About Jess

Wife. Mother. Veteran. Foster Carer.

I didn’t set out to build a platform.

Fostering Kingdoms grew out of lived experience out of seasons of fostering that were deeply meaningful, deeply complex, and often carried quietly.

My name is Jess. I’m a foster carer, wife, and mum. Before fostering, I served in the Army, a role that shaped my understanding of responsibility, structure, and leadership, but also taught me the cost of carrying weight without always being seen. I also had to learn how to parent through the hardship of being hundreds of miles away from friends and family.

Fostering brought a different kind of responsibility.

One that required advocacy, discernment, emotional regulation, and the willingness to make decisions that didn’t always come with affirmation or clarity. Over time, I noticed how often foster carers are expected to be strong, capable, and compliant while carrying grief, pressure, faith questions, and moral weight beneath the surface.

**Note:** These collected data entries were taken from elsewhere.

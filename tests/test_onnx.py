"""ONNX export: every zoo model as an ONNX graph, run by two independent ONNX evaluators and
compared with scikit-learn.

Outside references:
- scikit-learn's own ``decision_function`` / ``predict`` / ``predict_proba`` / ``apply``
  on the same inputs (the numbers a user sees on the workstation);
- onnxruntime (the C++ runtime; one thread, see test_summation_order_findings) and
  ``onnx.reference.ReferenceEvaluator`` (ONNX's own Python implementation of each
  operator): two independent evaluators of the same file;
- ``onnx.checker.check_model(full_check=True)`` (the ONNX standard's own validity check).

Rows: the conformance suite's (tests/test_conformance.py: data set rows, every split
threshold and one float64 step either side, float32 steps for float32-compared models,
NaN, every category), plus, for float32-compared models, the float64 values at and one
step either side of the point where the float32 rounding of the input crosses each
threshold. onnx.reference is slow (pure Python per row and tree), so it runs on a
subset that keeps data rows, threshold probes and NaN probes.

Stated bounds, checked here:
- exact graph, float64 or float32 input: raw scores bit-identical; probabilities and
  exp predictions within PROBA_ULPS units in the last place; labels identical;
- legacy float32 graph: zero decision flips on float32 threshold probes (leaf by leaf);
  raw scores within the bound the writer states (formats/onnx/legacy.raw_error_bound).
"""
from __future__ import annotations

import dataclasses
import json
import math

import numpy as np
import pytest

onnx = pytest.importorskip("onnx")
pytest.importorskip("onnxruntime")
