def _dumps(obj):
    try:
        text = json.dumps(obj, ensure_ascii=False, allow_nan=False)
    except TypeError:  # MicroPython's json.dumps takes no options
        return json.dumps(obj)
    try:
        text.encode("utf-8")
    except UnicodeError:  # a lone surrogate (from a JSON \ud800 escape): keep it escaped
        text = json.dumps(obj, allow_nan=False)
    return text


def _text(value):
    """A value as CSV cell text: floats with repr (exact), None as empty."""
    if value is None:
        return ""
    if isinstance(value, str):
        return value
    if isinstance(value, bool):
        return "true" if value else "false"
    if isinstance(value, float):
        return repr(value)
    if isinstance(value, int):
        return str(value)
    return json.dumps(value, ensure_ascii=False)


def _json_value(value):
    if isinstance(value, float) and (value != value or value in (float("inf"), float("-inf"))):
        return repr(value)
    return value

Fostering Kingdoms exists because I know how isolating that can feel.
To carry so much, and not feel seen or heard.

Why This Space Exists

I’ve often advocated for children when it wasn’t easy or convenient sometimes knowing the cost would land with me personally. Children don’t have the capacity to assess risk or advocate for their own long-term safety, so adults must stand in that gap with clarity and courage.

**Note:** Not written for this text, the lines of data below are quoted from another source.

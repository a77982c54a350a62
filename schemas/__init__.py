"""JSON Schemas of the files boxwood writes (installed as the package boxwood.schemas)."""
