def verify(model_or_path: Any, artefact_paths: Union[PathLike, Sequence[PathLike]], data: Any = None,
           abs_tol: Optional[float] = None, rel_tol: Optional[float] = None,
           probes: int = probes_mod.DEFAULT_PROBE_ROWS, seed: int = 0, progress: Optional[bool] = None,
           tolerances: Optional[Dict[str, Tuple[float, float]]] = None,
           bad_artefacts: str = "raise") -> VerifyResult:
    """Prove that each artefact computes what the source model computes; return a VerifyResult.

    ``model_or_path``: the fitted estimator, or a joblib/pickle file of it. Loading a
    pickle or joblib file RUNS CODE stored in it: only pass files you or someone you trust
    made. ``artefact_paths``: one path or several; the format registry
    (:mod:`boxwood.formats`) opens each by its content or extension. ``data``: rows to compare on besides the
    generated probes: a CSV (header row) or JSON Lines file, a pandas DataFrame, an
    ndarray, or a list of records. ``abs_tol``/``rel_tol``: a difference passes when
    ``|a - s| <= max(abs_tol, rel_tol * |s|)``; given values replace the per-kind defaults
    for every output kind, ``tolerances={"raw": (a, r), "transformed": (a, r)}`` sets one
    kind. ``probes``: the most generated probe rows (0: none). ``seed``: for the random
    rows. ``progress``: a progress bar on stderr (None: only on a terminal).
    ``bad_artefacts``: "raise" (an artefact that cannot be opened raises ValueError/OSError)
    or "report" (it becomes a failing ``open`` check with the reason and the others are
    verified: what ``boxwood verify`` does; a damaged boxwood artefact is a failed check,
    exit code 1, while a missing file or one of another kind also sets ``result.error``,
    exit code 2).

    Raises ValueError / OSError for bad input (an unreadable model, artefact or data file,
    an unsupported model); a parity failure is a result with ``passed`` False, not an error.
    """
    t0 = time.perf_counter()
    model, label, model_path = _load_model(model_or_path)
    source = read_model(model)
    source_ev = SourceEvaluator(model, source)
    paths = [artefact_paths] if isinstance(artefact_paths, (str, Path)) else list(artefact_paths)
    if not paths:
        raise ValueError("give at least one artefact to verify")
    if bad_artefacts not in ("raise", "report"):
        raise ValueError("bad_artefacts must be 'raise' or 'report', got %r" % (bad_artefacts,))
    opened: List[Artefact] = []
    unopened: List[ArtefactReport] = []
    bad_input: List[str] = []
    for p in paths:
        try:
            opened.append(open_artefact(p))
        except (ValueError, OSError) as exc:
            if bad_artefacts == "raise":
                raise
            message = str(exc) or type(exc).__name__
            if str(p) not in message:
                message = "%s: %s" % (p, message)
            # A damaged boxwood artefact (it carries a digest, but the digest, structure or
            # version fails: ArtefactError) is a failed check, exit 1, as everywhere else; a
            # missing file or a file of another kind is bad input, exit 2 (README, "Exit codes").
            damaged = ((isinstance(exc, ArtefactError) and file_kind(p) == "json-artefact")
                       or isinstance(exc, DamagedArtefact))
            unopened.append(ArtefactReport(str(p), "not opened", None, None, [
                Check("open", str(p), None, "fail", "cannot open the artefact: " + message, [message])], []))
            if not damaged:
                bad_input.append(message)
    if getattr(source, "fields", None) is not None:
        # An artefact holding a pipeline's tree part only (boxwood's ONNX graphs) takes the
        # preprocessed features: evaluators that can, prepare the raw-field rows with the
        # source's preprocessing (the device scorer's) before running the artefact.
        for a in opened:
            if getattr(a.ensemble, "fields", None) is None:
                for ev in a.evaluators:
                    hook = getattr(ev, "use_source_preprocessing", None)
                    if hook is not None:
                        hook(source)
    tol = _tolerances(source, abs_tol, rel_tol, tolerances)
    if not isinstance(probes, int) or isinstance(probes, bool) or probes < 0:
        raise ValueError("probes must be a whole number >= 0, got %r" % (probes,))

    rows = probes_mod.read_data(data, source) if data is not None else probes_mod.Rows()
    n_data = len(rows)
    sides = []
    for a in opened:
        precisions = {ev.compare_precision or a.ensemble.compare_precision for ev in a.evaluators}
        for p in sorted(precisions):
            sides.append((a.ensemble, p, Path(a.path).name))
    notes: List[str] = []
    if getattr(source, "fields", None) is not None:
        # A pipeline: records hold raw fields. Probes are made in feature space (no data
        # rows as bases) and mapped back to fields through the encoders.
        made = probes_mod.generate(source, sides, [], budget=probes, seed=seed)
        for r, kind, origin, target in zip(probes_mod.to_field_rows(made.rows, source, made.targets), made.kinds,
                                           made.origins, made.targets):
            rows.add(r, kind, origin, target=target)
        if probes:  # every category (unseen, missing) and the raw values around each scaled threshold
            for r, origin, target in probes_mod.field_probes(source, budget=probes):
                rows.add(r, "special", origin, target=target)
        rows.probed_nodes |= made.probed_nodes
        notes.append("the model carries preprocessing: probes are made for the features and mapped back to the "
                     "raw fields (an encoded feature takes the category nearest to the probe's code)")
    else:
        probes_mod.generate(source, sides, rows.rows[:n_data], budget=probes, seed=seed, out=rows)
    all_rows = rows.rows
    n_ev = sum(len(a.evaluators) for a in opened)
    need32 = any(ev.input_precision == "float32" for a in opened for ev in a.evaluators)
    bar = _Progress(progress, len(all_rows) * (1 + n_ev + (1 if need32 else 0)))
    exact_vals, transformed, _ = bounds.value_bounds(source, [zero_bound(source, j) for j in range(source.n_outputs)])
    widths = (len(exact_vals), len(transformed))
    try:
        bar.phase("source model")
        source_runs: Dict[str, Tuple[List[List[Any]], List[int], Outputs, List[Tuple[int, str]]]] = {}
        # The source model reads the user's data file as the workstation does (pandas);
        # the artefacts read it as the box does. Probes are the same rows for both.
        source_rows = rows.for_source()
        src_out, src_refused = _run(source_ev, source_rows, widths, bar)
        source_runs["float64"] = (all_rows, list(range(len(all_rows))), src_out, src_refused)
        if src_refused:
            notes.append("the source model refused %d rows (they are left out); first: row %d (%s): %s"
                         % (len(src_refused), src_refused[0][0], rows.origins[src_refused[0][0]], src_refused[0][1]))
        if need32:
            r32, kept = probes_mod.round_rows_float32(all_rows, source)
            s32 = probes_mod.round_rows_float32([source_rows[i] for i in kept], source, keep_all=True)[0]
            out32, ref32 = _run(source_ev, s32, widths, bar)
            source_runs["float32"] = (r32, kept, out32, ref32)
        cache: Dict[Tuple[Any, ...], Any] = {}

        def run(ev: Any, block_rows: List[List[Any]]) -> Tuple[Outputs, List[Tuple[int, str]]]:
            return _run(ev, block_rows, widths, bar, pad=True)

        reports = [verify_artefact(a, source, source_ev, source_runs, rows.origins, tol, cache, run, bar.phase,
                                   rows.reading)
                   for a in opened]
    finally:
        bar.close()
    counts = rows.counts()
    reports = reports + unopened
    result = VerifyResult(
        model={"label": label, "path": model_path, "estimator": source.provenance.get("estimator"),
               "task": source.task, "trees": len(source.trees), "nodes": source.n_nodes,
               "outputs": source.n_outputs, "post_transform": source.post_transform,
               "compare_precision": source.compare_precision, "classes": source.classes},
        artefacts=reports,
        rows={"total": len(all_rows), "data": counts["data"], "special": counts["special"],
              "split": counts["split"], "random": counts["random"]},
        tolerances=tol,
        settings={"probes": probes, "seed": seed, "data": str(data) if isinstance(data, (str, Path)) else
                  (None if data is None else type(data).__name__)},
        notes=notes,
    )
    result.coverage = _coverage(source, rows)
    if bad_input:
        result.error = {"message": "; ".join(bad_input), "exit_code": 2}
    result.seconds = time.perf_counter() - t0
    return result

That kind of advocacy can be misunderstood.

It can be labelled as “difficult.”
It can cost relationships.
It can leave carers carrying decisions alone.

This space was created to name those realities not to criticise systems or people but to support carers in staying grounded, faithful, and whole while doing what is right.

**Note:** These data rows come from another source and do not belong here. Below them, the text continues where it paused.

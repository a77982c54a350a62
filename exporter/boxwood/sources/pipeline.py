"""Read a scikit-learn Pipeline (preprocessing + a supported tree model) into the hub.

Every supported preprocessing step works column by column, so each feature the
trees see is one raw record field passed through a short chain of element-wise
steps (see ``ir.Feature.source``). The reader follows the columns through:

- ColumnTransformer: column selection by name, index, boolean mask or callable (as
  fitted), transformers that are supported steps, nested Pipelines of them,
  "passthrough" and "drop", and the remainder;
- SimpleImputer (constant, mean, median, most_frequent; numeric and string columns;
  no indicator columns): the value it was told is missing becomes the fitted
  statistic. Each step records which one (``"replaces": "nan"`` or ``"none"``):
  scikit-learn compares object columns with ``missing_values`` itself, so with the
  default NaN a Python None passes through unchanged (and with None, NaN is refused);
- OrdinalEncoder (categories as fitted; handle_unknown "error" or
  "use_encoded_value"; encoded_missing_value): a value becomes its code. NaN and
  None are told apart as scikit-learn does: a NaN seen in fitting becomes
  ``encoded_missing_value`` (``"missing"``), a None seen in fitting is an ordinary
  category with its own code (``"none"``); either one not seen in fitting is an
  unknown category;
- OneHotEncoder (handle_unknown error, ignore, infrequent_if_exist or warn; drop first,
  if_binary or explicit; infrequent categories; dense or sparse output) and TargetEncoder
  (binary, continuous and multiclass targets): each output column is a ``lookup`` step,
  a table from every fitted category of its raw field to the value that column takes.
  The table is not worked out from the encoder's attributes: it is what the fitted
  encoder's own ``transform`` gives for each category, for an unseen value (or
  "error" when it refuses one) and for NaN / None as fitted (see ``_lookup_tables``);
- StandardScaler, MinMaxScaler (with clip), MaxAbsScaler (with clip), RobustScaler: an
  ``arithmetic`` step, the float64 operations scikit-learn's dense ``transform`` does,
  in its order (``_scaler``), so the trees see the same bits;
- feature selection steps (any fitted selector with ``get_support``) that only drop
  columns;
- "passthrough" steps.

Anything else is refused with an error naming the step and listing what is supported.
"""
from __future__ import annotations

import math
from typing import Any, Dict, List, Optional, Tuple


from ..ir import Ensemble
from . import boosting, forests, wrappers
from .common import UnsupportedModel, is_nan, plain

# The estimators a pipeline may end in (a pipeline inside a pipeline is not read).
FINAL_READERS = (boosting.read, forests.read, wrappers.read)

SUPPORTED_STEPS = ("ColumnTransformer (passthrough, drop, columns by name, index, mask)",
                   "SimpleImputer (constant, mean, median, most_frequent)",
                   "OrdinalEncoder (handle_unknown error or use_encoded_value)",
                   "OneHotEncoder (dense or sparse output)", "TargetEncoder",
                   "StandardScaler, MinMaxScaler, MaxAbsScaler, RobustScaler (dense input)",
                   "feature selection steps that only drop columns", "passthrough")

# A column program: the raw field it starts from and the steps applied so far.
Program = Tuple[str, List[Dict[str, Any]]]


def _unsupported(step: Any, where: str, why: str = "") -> UnsupportedModel:
    return UnsupportedModel("pipeline step %s (%s) is not supported%s; supported steps: %s"
                            % (where, type(step).__name__, ": " + why if why else "", "; ".join(SUPPORTED_STEPS)))


def _number_or_nan(v: Any) -> Optional[float]:
    v = float(v)
    return None if math.isnan(v) else v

My faith is not something I perform or present as an answer.

It’s what has kept me grounded when outcomes were uncertain, when decisions were costly, and when the work felt heavier than I expected.

I believe faith isn’t about having certainty or control — it’s about presence. About returning to God when the path isn’t clear, when grief sits close, and when obedience costs more than comfort.

Faith, for me, has been less about striving and more about staying.

Through the podcast, reflections, and resources, my hope is to offer foster carers:

  • language for experiences that are often unnamed

  • reassurance that they are not failing because things feel hard

  • permission to grow without pressure

  • faith-based grounding that doesn’t demand performance

  • a sense of being seen and understood

This isn’t a space for quick fixes or loud answers.

It’s a place to slow down, reflect, and continue the journey with greater awareness and care.

You don’t need to agree with everything here.
You don’t need to have it all figured out.
And you don’t need to be in a particular season to belong.

If you’re carrying the weight of fostering whether quietly or loudly, you are welcome here.